Friday, September 16, 2022

Gordon Deegan

A ‘high-flier’ on a basic salary of just under €250,000 per annum has had his ‘wings clipped’ after losing out in a tax dispute with the Revenue Commissioners.

The tax dispute centred over a €45,833 compensation payment the worker received from his employer when he lost the use of a company car.

The worker had use of the company car between 1998 and 2017 and after a change in the company ownership, the worker received a once off payment of €45,833 for the loss of the company car and the amount was treated as taxable by his employer.

However, the worker in his tax return treated the once-off payment of €45,833 as tax-free and showed that he had overpaid tax of €22,675 for 2017.

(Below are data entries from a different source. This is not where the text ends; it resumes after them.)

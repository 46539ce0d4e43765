"""Which beams and loads do the tests of laws and the random comparison try?

One generator on a `random.Random` serves both: seeded for the comparison with the finite element library, driven by
hypothesis for the laws. All places are whole multiples of 1/grid metres, so that loads often fall on supports, hinges,
changes of stiffness and each other. Only stable beams come out (rank of the rigid-body constraints, worked out here anew).
"""

import random
from dataclasses import replace
from itertools import pairwise

import numpy as np
from hypothesis import strategies as st

from pysolver.beam import Beam, Stretch, Support
from pysolver.loads import AppliedMoment, LineLoad, Load, PointLoad

GRID = 5  # places per metre for the laws: not whole in binary, so that sums of them differ in the last figure
LEAST_RIGIDITY = 1e-3  # smallest singular value of the rigid-body constraints that still counts as stable

Situation = tuple[Beam, tuple[Load, ...]]


def random_situation(rng: random.Random, most_spans: int, grid: int) -> Situation:
    """A stable beam of 1 to most_spans spans and at least one load on it."""
    beam = random_beam(rng, most_spans, grid)
    return beam, random_loads(rng, beam, rng.randint(1, 2 + 2 * most_spans), grid)


def random_beam(rng: random.Random, most_spans: int, grid: int) -> Beam:
    spans = [rng.randint(grid // 2, 12 * grid) for _ in range(rng.randint(1, most_spans))]
    left, right = (rng.choice([0, 0, rng.randint(1, 3 * grid)]) for _ in range(2))
    at = [left + sum(spans[:i]) for i in range(len(spans) + 1)]
    whole = at[-1] + right
    supports = tuple(random_support(rng, k / grid, end=k in (0, whole)) for k in at)
    if len(spans) == 1 and rng.random() < 0.2:  # a cantilever
        supports = (Support(x=supports[0].x, kind="fixed", settlement=supports[0].settlement),)
    beam = Beam(length=whole / grid, supports=supports, stretches=random_stretches(rng, whole, grid))
    return with_hinges(rng, beam, whole, grid)


def random_support(rng: random.Random, x: float, end: bool) -> Support:
    kind = rng.choice(["bearing", "bearing", "pinned", "spring", "fixed" if end or rng.random() < 0.2 else "pinned"])
    settlement = rng.choice([0.0, 0.0, rng.randint(-20, 40) / 1000])
    stiffness = 10.0 ** rng.randint(5, 8) * rng.randint(1, 9) if kind == "spring" else None
    rotational = 10.0 ** rng.randint(5, 8) if kind != "fixed" and rng.random() < 0.15 else None
    return Support(x=x, kind=kind, stiffness=stiffness, rotational=rotational, settlement=settlement)


def random_stretches(rng: random.Random, whole: int, grid: int) -> tuple[Stretch, ...]:
    cuts = sorted({rng.randint(1, whole - 1) for _ in range(rng.choice([0, 0, 1, 2, 4]))})
    edges = [0, *cuts, whole]
    return tuple(Stretch(start=a / grid, end=b / grid, bending_stiffness=1e6 * rng.randint(2, 100))
                 for a, b in pairwise(edges))


def with_hinges(rng: random.Random, beam: Beam, whole: int, grid: int) -> Beam:
    """Try up to four hinges, keeping each that leaves the beam well held and off supports that resist turning."""
    for _ in range(rng.choice([0, 0, 1, 2, 4])):
        x = rng.randint(1, whole - 1) / grid
        turning = [s.x for s in beam.supports if s.kind == "fixed" or s.rotational is not None]
        if x not in turning and x not in beam.hinges and rigidity(beam, (*beam.hinges, x)) > LEAST_RIGIDITY:
            beam = replace(beam, hinges=(*beam.hinges, x))
    return beam


def rigidity(beam: Beam, hinges: tuple[float, ...]) -> float:
    """The smallest singular value of the constraints on the rigid parts between hinges; zero for a mechanism."""
    hinges = tuple(sorted(hinges))
    parts = len(hinges) + 1
    rows = []
    for i, x in enumerate(hinges):
        row = np.zeros(2 * parts)
        row[2 * i:2 * i + 4] = 1.0, x / beam.length, -1.0, -x / beam.length
        rows.append(row)
    for support in beam.supports:
        part = int(np.searchsorted(hinges, support.x))
        row = np.zeros(2 * parts)
        row[2 * part:2 * part + 2] = 1.0, support.x / beam.length
        rows.append(row)
        if support.kind == "fixed" or support.rotational is not None:
            turn = np.zeros(2 * parts)
            turn[2 * part + 1] = 1.0
            rows.append(turn)
    sizes = np.linalg.svd(np.array(rows), compute_uv=False)
    return float(sizes[-1]) if len(sizes) == 2 * parts else 0.0


def random_loads(rng: random.Random, beam: Beam, count: int, grid: int) -> tuple[Load, ...]:
    return tuple(random_load(rng, beam, f"source {i % 3}", grid) for i in range(count))


def random_load(rng: random.Random, beam: Beam, source: str, grid: int) -> Load:
    whole = round(beam.length * grid)
    kind = rng.choice(["point", "line", "line", "moment"])
    if kind == "line":
        start = rng.randint(0, whole - 1)
        end = rng.randint(start + 1, whole)
        first, last = rng.randint(-3, 30) * 1000.0, rng.randint(-3, 30) * 1000.0
        return LineLoad(start=start / grid, end=end / grid, start_intensity=first, end_intensity=last, source=source)
    x = rng.randint(0, whole) / grid
    if kind == "moment" and x not in beam.hinges:
        return AppliedMoment(x=x, moment=(rng.randint(1, 40) - 20.5) * 1000.0, source=source)
    return PointLoad(x=x, force=(rng.randint(1, 60) - 10.5) * 1000.0, source=source)


randoms = st.randoms(use_true_random=False)
beams = randoms.map(lambda rng: random_beam(rng, 4, GRID))
situations = randoms.map(lambda rng: random_situation(rng, 4, GRID))
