"""Operators besides the energy that the same shots can measure."""

from dataclasses import dataclass

import numpy as np
from numpy.typing import NDArray

from fragkit.core import Hamiltonian, InputError, OperatorTensors, as_real_array, frozen, pair_indices
from fragkit.planning import OperatorSpace

Array = NDArray[np.float64]


@dataclass(frozen=True, eq=False, repr=False)
class Observable:
    """A one- or two-body operator: constant + Σ h_pq E_pq + two-body parts, in any unit.

    Parameters
    ----------
    name
        For tables and messages.
    constant
        Number that needs no measurement, for example the nuclear dipole.
    one_body
        (n, n) symmetric, the same for both spins.
    opposite_spin
        (n, n, n, n) or None: Σ O_pqrs a†_pα a_qα a†_rβ a_sβ.
    same_spin
        (n, n, n, n) or None: ½ Σ_σ Σ S_pqrs a†_pσ a†_rσ a_sσ a_qσ.

    A spin-free two-body operator ½ Σ (pq|rs) (E_pq E_rs − δ_qr E_ps) has O = S = (pq|rs); `of` takes one from a
    Hamiltonian, for example one made of derivative integrals.

    Examples
    --------
    >>> import numpy as np
    >>> Observable("x", 0.0, np.array([[0.0, 1.0], [1.0, 0.0]]))
    Observable('x', one-body, orbitals=2)
    """

    name: str
    constant: float
    one_body: Array
    opposite_spin: Array | None = None
    same_spin: Array | None = None

    def __post_init__(self) -> None:
        matrix = as_real_array(self.one_body, "one_body", (None, None))
        n = len(matrix)
        if matrix.shape != (n, n) or np.max(np.abs(matrix - matrix.T), initial=0.0) > 1e-8:
            raise InputError(
                f"`one_body` must be a symmetric matrix (got shape {matrix.shape}, a violation of "
                f"{np.max(np.abs(matrix - matrix.T)) if matrix.shape == (n, n) else np.nan:.3g}); operators that are "
                "not Hermitian have two observables, their real and imaginary parts"
            )
        object.__setattr__(self, "one_body", frozen(0.5 * (matrix + matrix.T)))
        object.__setattr__(self, "constant", float(as_real_array(self.constant, "constant", ())))
        for part in ("opposite_spin", "same_spin"):
            value = getattr(self, part)
            if value is not None:
                object.__setattr__(self, part, frozen(as_real_array(value, part, (n, n, n, n))))

    @classmethod
    def of(cls, hamiltonian: Hamiltonian, name: str = "energy") -> "Observable":
        """The operator of a Hamiltonian, or of any integrals in the form of one."""
        return cls(name, hamiltonian.constant, hamiltonian.one_body, hamiltonian.two_body, hamiltonian.two_body)

    @classmethod
    def spin_squared(cls, orbitals: int, electrons: tuple[int, int]) -> "Observable":
        """Total spin S² in the sector of these electron numbers.

        S² = S_z(S_z + 1) + N_β − Σ_pq a†_pα a_qα a†_qβ a_pβ (Helgaker, Jørgensen & Olsen, Molecular
        Electronic-Structure Theory, section 2.2). From two orbitals on it has a part, antisymmetric in p and q of
        each spin, that no circuit with one real rotation for both spins shows: `measure` then refuses it.
        """
        half = 0.5 * (electrons[0] - electrons[1])
        unit = np.eye(orbitals)
        exchange = -np.einsum("ps,qr->pqrs", unit, unit)
        return cls("S^2", half * (half + 1.0) + electrons[1], np.zeros((orbitals, orbitals)), exchange, None)

    @property
    def orbitals(self) -> int:
        """Number of spatial orbitals n."""
        return len(self.one_body)

    def rows(self, space: OperatorSpace) -> Array:
        """Rows of the operator space.

        Raises `InputError` if a two-body part is not of the kind that occupations of real rotated orbitals, the same
        for both spins, can show: symmetric in each pair of one spin.
        """
        n, size = self.orbitals, space.pairs
        p, q = pair_indices(n)
        weights = np.where(p == q, 1.0, np.sqrt(2.0))
        zero = np.zeros((n, n, n, n))
        opposite = zero if self.opposite_spin is None else self.opposite_spin
        same = zero if self.same_spin is None else self.same_spin
        symmetric = 0.25 * sum(
            (opposite.transpose(axes) for axes in ((0, 1, 2, 3), (1, 0, 2, 3), (0, 1, 3, 2), (1, 0, 3, 2))), zero
        )
        symmetric = 0.5 * (symmetric + symmetric.transpose(2, 3, 0, 1))
        packed = [0.5 * (t + t.transpose(2, 3, 0, 1))[p, q][:, p, q] for t in (symmetric, _symmetrised(same))]
        scaled = [matrix * weights[:, None] * weights for matrix in packed]
        rows = space.pack(scaled[0].reshape(size, size), scaled[1].reshape(size, size), self.one_body)
        seen = space.tensors(rows)
        given = OperatorTensors(self.one_body, 0.5 * (opposite + opposite.transpose(2, 3, 0, 1)), same)
        scale = max(1.0, float(np.max(np.abs(opposite))), float(np.max(np.abs(same))))
        for kind, lost in (
            ("opposite-spin", given.opposite_spin - seen.opposite_spin),
            ("same-spin", _acting(given) - _acting(seen)),
        ):
            worst = float(np.max(np.abs(lost)))
            if worst > 1e-8 * scale:
                index = tuple(int(k) for k in np.unravel_index(int(np.argmax(np.abs(lost))), lost.shape))
                raise InputError(
                    f"the {kind} part of {self.name!r} must be symmetric in the orbitals of each spin to be measurable "
                    f"(got a part of {worst:.3g} at {index} that is not); occupations of real orbitals, the same for "
                    "both spins, do not contain products of currents i(a†_p a_q − a†_q a_p), which it needs"
                )
        return rows

    def __repr__(self) -> str:
        kind = "one-body" if self.opposite_spin is None and self.same_spin is None else "two-body"
        return f"Observable({self.name!r}, {kind}, orbitals={self.orbitals})"


def _symmetrised(tensor: Array) -> Array:
    """Average over p ↔ q and r ↔ s; the antisymmetrised part is compared with the original afterwards."""
    tensor = 0.5 * (tensor + tensor.transpose(1, 0, 2, 3))
    return 0.5 * (tensor + tensor.transpose(0, 1, 3, 2))


def _acting(tensors: OperatorTensors) -> Array:
    """What acts of a same-spin tensor: odd under exchange, Hermitian, particles alike."""
    odd = tensors.exchange_odd
    odd = 0.5 * (odd + odd.transpose(2, 3, 0, 1))
    return 0.5 * (odd + odd.transpose(1, 0, 3, 2))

The worker’s agent told Revenue that the entire amount of the once-off payment was tax-free and requested a refund of PRSI charged against the once off payment

The amount of tax at issue is €25,170 and the worker appealed that Revenue assessment to the Tax Appeals Commission.

However, the TAC has now found in favour of the Revenue and the assessment stands.

The man had a basic salary of €247,580 and the once off compensation for the loss of the company car brought his pay to the year to €293,413.

Revenue calculated that the worker’s overall personal income tax bill for the year was €101,391.

Revenue submitted that because the once-off payment was made in respect of the loss of a company car, this represents emoluments arising from the worker employment and is therefore chargeable under tax legislation.

In its determination, Chairperson of the TAC Marie-Claire Maney Chairperson dismissed the man’s appeal.

Ms Maney stated that the once-off payment received by the worker in 2017 was made in respect of the loss of the use of a company car.

Ms Maney stated that the worker’s Tax Agent confirmed to Revenue Commissioners that the worker’s employment was not terminated in 2017 and no submissions have been made to the Commission to the effect that the worker retired or was removed from his office or employment in 2017.

As a result the Commission found that the payment was not in respect of a termination payment or redundancy payment but was in substitution, or recompense, for the deprivation of the benefit which the Appellant had previously enjoyed.

Ms Maney stated: “Hence, it is taxable.”

Mr Maney stated that it is understandable that the appellant will be disappointed with the outcome of his appeal.

She said: “The Appellant was correct to check to see whether his legal rights were correctly applied.”